Task directions.
Write out the data below exactly, beginning with the first line and ending once the line that has "from atlas.formula.tree import" is written.

[Saved data entries]

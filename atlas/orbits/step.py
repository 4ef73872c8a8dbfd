"""The compiled map: a family's formulas as straight-line source, one step of one orbit a call."""

from __future__ import annotations

import hashlib
import importlib.util
import os
import sys
import tempfile
from dataclasses import dataclass
from functools import cache
from pathlib import Path
from types import ModuleType

from atlas.arithmetic.float64 import POLYNOMIALS, StraightLine, hoist
from atlas.errors import FormulaRefused
from atlas.families.reader import Family
from atlas.formula.tree import Node, free_names

HEADER = f"""\
import numpy as np
from numba import njit
from atlas.arithmetic.functions import {", ".join(POLYNOMIALS)}

inlined = njit(inline="always", error_model="numpy")
compiled = njit(nogil=True, error_model="numpy", cache=True)
"""


@dataclass(frozen=True)
class StepSource:
    """Source of the functions ``step``, ``slope`` and ``coefficients`` of a family.

    Attributes
    ----------
    text : str
        ``step(x0…, c0…)`` returns the next state, ``slope(x0…, c0…)`` the Jacobian row by row, and
        ``coefficients(parameters, out)`` fills what depends on parameters alone, once per parameter value.
    states, coefficients : int
        How many state variables and coefficients there are.
    slow_calls : int
        Calls of polynomial functions in a step.
    """

    text: str
    states: int
    coefficients: int
    slow_calls: int

    @property
    def state_names(self) -> list[str]:
        """Identifiers of the state variables: ``x0``, ``x1`` …"""
        return [f"x{k}" for k in range(self.states)]

    @property
    def coefficient_names(self) -> list[str]:
        """Identifiers of the coefficients: ``c0``, ``c1`` …"""
        return [f"c{k}" for k in range(self.coefficients)]


@cache
def step_source(family: Family) -> StepSource:
    """Write the source of a family's step, of its Jacobian and of its coefficients.

    Parameters
    ----------
    family : Family

    Returns
    -------
    StepSource

    Raises
    ------
    FormulaRefused
        When the step has no derivative.
    """
    states = [state.name for state in family.states]
    steps = list(family.inlined_step())
    try:
        slopes = [entry for row in family.jacobian() for entry in row]
    except FormulaRefused as problem:
        raise FormulaRefused(f"families.{family.name}.step: {problem}") from None
    trees, constants = hoist([*steps, *slopes], states)
    names = {name: f"x{k}" for k, name in enumerate(states)}
    names |= {f"coefficient {k}": f"c{k}" for k in range(len(constants))}
    arguments = ", ".join(names.values())
    step, slow = _function("step", arguments, trees[: len(steps)], names)
    slope, _ = _function("slope", arguments, trees[len(steps) :], names)
    text = "\n\n".join((step, slope, _coefficients(family, constants)))
    return StepSource(text, len(states), len(constants), slow)


def _function(name: str, arguments: str, trees: list[Node], names: dict[str, str]) -> tuple[str, int]:
    body = StraightLine(names)
    results = [body.value(tree) for tree in trees]
    lines = [f"    {line}" for line in body.lines]
    head = f"@inlined\ndef {name}({arguments}):"
    return "\n".join([head, *lines, f"    return {', '.join(results)}"]), body.slow_calls


def _coefficients(family: Family, constants: list[Node]) -> str:
    names = {parameter.name: f"p{k}" for k, parameter in enumerate(family.parameters)}
    body = StraightLine(names)
    used = sorted({name for tree in constants for name in free_names(tree)}, key=list(names).index)
    loads = [f"{names[name]} = parameters[{list(names).index(name)}, m]" for name in used]
    results = [body.value(tree) for tree in constants]
    stores = [f"out[{k}, m] = {result}" for k, result in enumerate(results)]
    lines = [f"        {line}" for line in [*loads, *body.lines, *stores]] or ["        pass"]
    head = "@compiled\ndef coefficients(parameters, out):\n    for m in range(parameters.shape[1]):"
    return "\n".join([head, *lines])


def cache_folder() -> Path:
    """Return the folder where compiled maps are kept.

    It is the folder that the environment variable ``ATLAS_CACHE`` names, else ``iterated-map-atlas`` under
    ``$XDG_CACHE_HOME`` (``~/.cache`` by default), else, where that cannot be written, a new temporary folder.
    """
    named = os.environ.get("ATLAS_CACHE")
    base = Path(os.environ.get("XDG_CACHE_HOME") or Path.home() / ".cache")
    folder = Path(named) if named else base / "iterated-map-atlas"
    try:
        folder.mkdir(parents=True, exist_ok=True)
        with tempfile.TemporaryFile(dir=folder):
            return folder
    except OSError:
        return Path(tempfile.mkdtemp(prefix="iterated-map-atlas-"))


def load_module(text: str, stamp: str) -> ModuleType:
    """Import generated source as a module from the cache folder, where its machine code is kept too.

    Parameters
    ----------
    text : str
        Source that uses the names of :data:`HEADER`.
    stamp : str
        Everything outside the text that the machine code depends on.

    Returns
    -------
    module
    """
    digest = hashlib.blake2b("\0".join((HEADER, text, stamp)).encode(), digest_size=12).hexdigest()
    name = f"atlas_map_{digest}"
    if name in sys.modules:
        return sys.modules[name]
    path = cache_folder() / f"{name}.py"
    if not path.exists():
        with tempfile.NamedTemporaryFile("w", dir=path.parent, suffix=".part", delete=False) as part:
            part.write(f"{HEADER}\n\n{text}\n")
        os.replace(part.name, path)
    spec = importlib.util.spec_from_file_location(name, path)
    if spec is None or spec.loader is None:
        raise ImportError(f"cannot import {path}")
    module = importlib.util.module_from_spec(spec)
    sys.modules[name] = module
    spec.loader.exec_module(module)
    return module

Result below.
filename atlas/orbits/step.py
repository 4ef73872c8a8dbfd
"""The compiled map: a family's formulas as straight-line source, one step of one orbit a call."""

from __future__ import annotations

import hashlib
import importlib.util
import os
import sys
import tempfile
from dataclasses import dataclass
from functools import cache
from pathlib import Path
from types import ModuleType

from atlas.arithmetic.float64 import POLYNOMIALS, StraightLine, hoist
from atlas.errors import FormulaRefused
from atlas.families.reader import Family
from atlas.formula.tree import Node, free_names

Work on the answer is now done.